// Unknown keys survive a parse/marshal/parse cycle.
func TestMetaRoundTripKeepsExtensions(t *testing.T) {
	in := `{"global":{"core:datatype":"cu8","core:version":"1.2.0","antenna:model":"3-element yagi","core:sample_rate":2.4e6},
	"captures":[{"core:sample_start":0,"core:frequency":1.455e8,"spatial:aperture_azimuth":123.5}],
	"annotations":[{"core:sample_start":10,"core:sample_count":5,"core:label":"burst","antenna:azimuth_angle":45}]}`
	m, err := ParseMeta([]byte(in))
	if err != nil {
		t.Fatal(err)
	}
	b, err := json.Marshal(m)
	if err != nil {
		t.Fatal(err)
	}
	m2, err := ParseMeta(b)
	if err != nil {
		t.Fatalf("re-parse: %v\n%s", err, b)
	}
	if string(m2.Global.Extra["antenna:model"]) != `"3-element yagi"` || string(m2.Captures[0].Extra["spatial:aperture_azimuth"]) != "123.5" ||
		string(m2.Annotations[0].Extra["antenna:azimuth_angle"]) != "45" || *m2.Captures[0].Frequency != 1.455e8 || m2.Annotations[0].Label != "burst" {
		t.Errorf("lost data: %s", b)
	}
}

func writePair(t *testing.T, dir, name, meta string, data []byte) string {
	t.Helper()
	base := filepath.Join(dir, name)
	writeFile(t, base+".sigmf-meta", []byte(meta))
	if data != nil {
		writeFile(t, base+".sigmf-data", data)
	}
	return base
}

// Open's error messages: one line each, naming the path and the problem.
func TestOpenErrors(t *testing.T) {
	dir := t.TempDir()
	okMeta := `{"global":{"core:datatype":"ci16_le","core:version":"1.2.0","core:sample_rate":48000},"captures":[{"core:sample_start":0,"core:frequency":145e6,"core:datetime":"2024-01-02T03:04:05Z"}],"annotations":[]}`
	nanData := make([]byte, 8*4)
	copy(nanData[16:], []byte{0, 0, 0xc0, 0x7f}) // float32 NaN, sample 2 I
	cases := []struct {
		name   string
		setup  func() string
		raw    RawParams
		errHas []string
	}{
		{"missing data", func() string { return writePair(t, dir, "a", okMeta, nil) + ".sigmf-meta" }, RawParams{}, []string{"missing data file a.sigmf-data"}},
		{"leftover bytes", func() string { return writePair(t, dir, "b", okMeta, make([]byte, 11)) + ".sigmf-data" }, RawParams{}, []string{"3 bytes left over", "b.sigmf-data"}},
		{"empty data", func() string { return writePair(t, dir, "c", okMeta, []byte{}) + ".sigmf-meta" }, RawParams{}, []string{"no samples"}},
		{"unknown datatype", func() string {
			return writePair(t, dir, "d", strings.Replace(okMeta, "ci16_le", "ci12_le", 1), make([]byte, 8)) + ".sigmf-meta"
		}, RawParams{}, []string{"d.sigmf-meta", "ci12_le"}},
		{"malformed meta", func() string { return writePair(t, dir, "e", okMeta[:36]+"]", make([]byte, 8)) + ".sigmf-meta" }, RawParams{}, []string{"e.sigmf-meta", "line 1 column"}},
		{"truncated meta", func() string { return writePair(t, dir, "f", okMeta[:60], make([]byte, 8)) + ".sigmf-meta" }, RawParams{}, []string{"truncated"}},
		{"rate conflict", func() string { return writePair(t, dir, "g", okMeta, make([]byte, 8)) + ".sigmf-meta" }, RawParams{SampleRate: 96000}, []string{"--rate 96000 Hz conflicts with core:sample_rate 48000"}},
		{"center conflict", func() string { return writePair(t, dir, "h", okMeta, make([]byte, 8)) + ".sigmf-meta" }, RawParams{CenterHz: 146e6}, []string{"--center", "conflicts"}},
		{"format conflict", func() string { return writePair(t, dir, "i", okMeta, make([]byte, 8)) + ".sigmf-meta" }, RawParams{Format: "cu8"}, []string{"--format cu8 conflicts"}},
		{"no rate anywhere", func() string {
			return writePair(t, dir, "j", strings.Replace(okMeta, `,"core:sample_rate":48000`, "", 1), make([]byte, 8)) + ".sigmf-meta"
		}, RawParams{}, []string{"give --rate"}},
		{"raw without rate", func() string { p := filepath.Join(dir, "k.bin"); writeFile(t, p, make([]byte, 8)); return p }, RawParams{Format: "cu8"}, []string{"--rate"}},
		{"raw without format", func() string { p := filepath.Join(dir, "l.bin"); writeFile(t, p, make([]byte, 8)); return p }, RawParams{SampleRate: 1e6}, []string{"--format"}},
		{"raw negative rate", func() string { p := filepath.Join(dir, "m.bin"); writeFile(t, p, make([]byte, 8)); return p }, RawParams{SampleRate: -1, Format: "cu8"}, []string{"not a positive finite"}},
		{"raw empty", func() string { p := filepath.Join(dir, "n.bin"); writeFile(t, p, nil); return p }, RawParams{SampleRate: 1e6, Format: "cu8"}, []string{"n.bin", "no samples"}},
		{"raw bad format", func() string { p := filepath.Join(dir, "o.bin"); writeFile(t, p, make([]byte, 8)); return p }, RawParams{SampleRate: 1e6, Format: "iq8"}, []string{"unknown datatype \"iq8\""}},
		{"NaN in data", func() string {
			return writePair(t, dir, "p", strings.Replace(okMeta, "ci16_le", "cf32_le", 1), nanData) + ".sigmf-meta"
		}, RawParams{}, []string{"sample 2 is not finite"}},
	}
	for _, c := range cases {
		t.Run(c.name, func(t *testing.T) {
			s, err := Open(c.setup(), c.raw)
			if err == nil {
				buf := make([]complex64, 100)
				_, err = s.Read(buf)
				s.Close()
			}
			if err == nil {
				t.Fatal("no error")
			}
			msg := err.Error()
			if strings.Contains(msg, "\n") {
				t.Errorf("multi-line error: %q", msg)
			}
			for _, h := range c.errHas {
				if !strings.Contains(msg, h) {
					t.Errorf("error %q lacks %q", msg, h)
				}
			}
		})
	}
}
_ _ _ _
• [Exercise]: I'd like the number of lines above that contain the word "Errorf", and nothing besides that number.

• [Written solution]: 3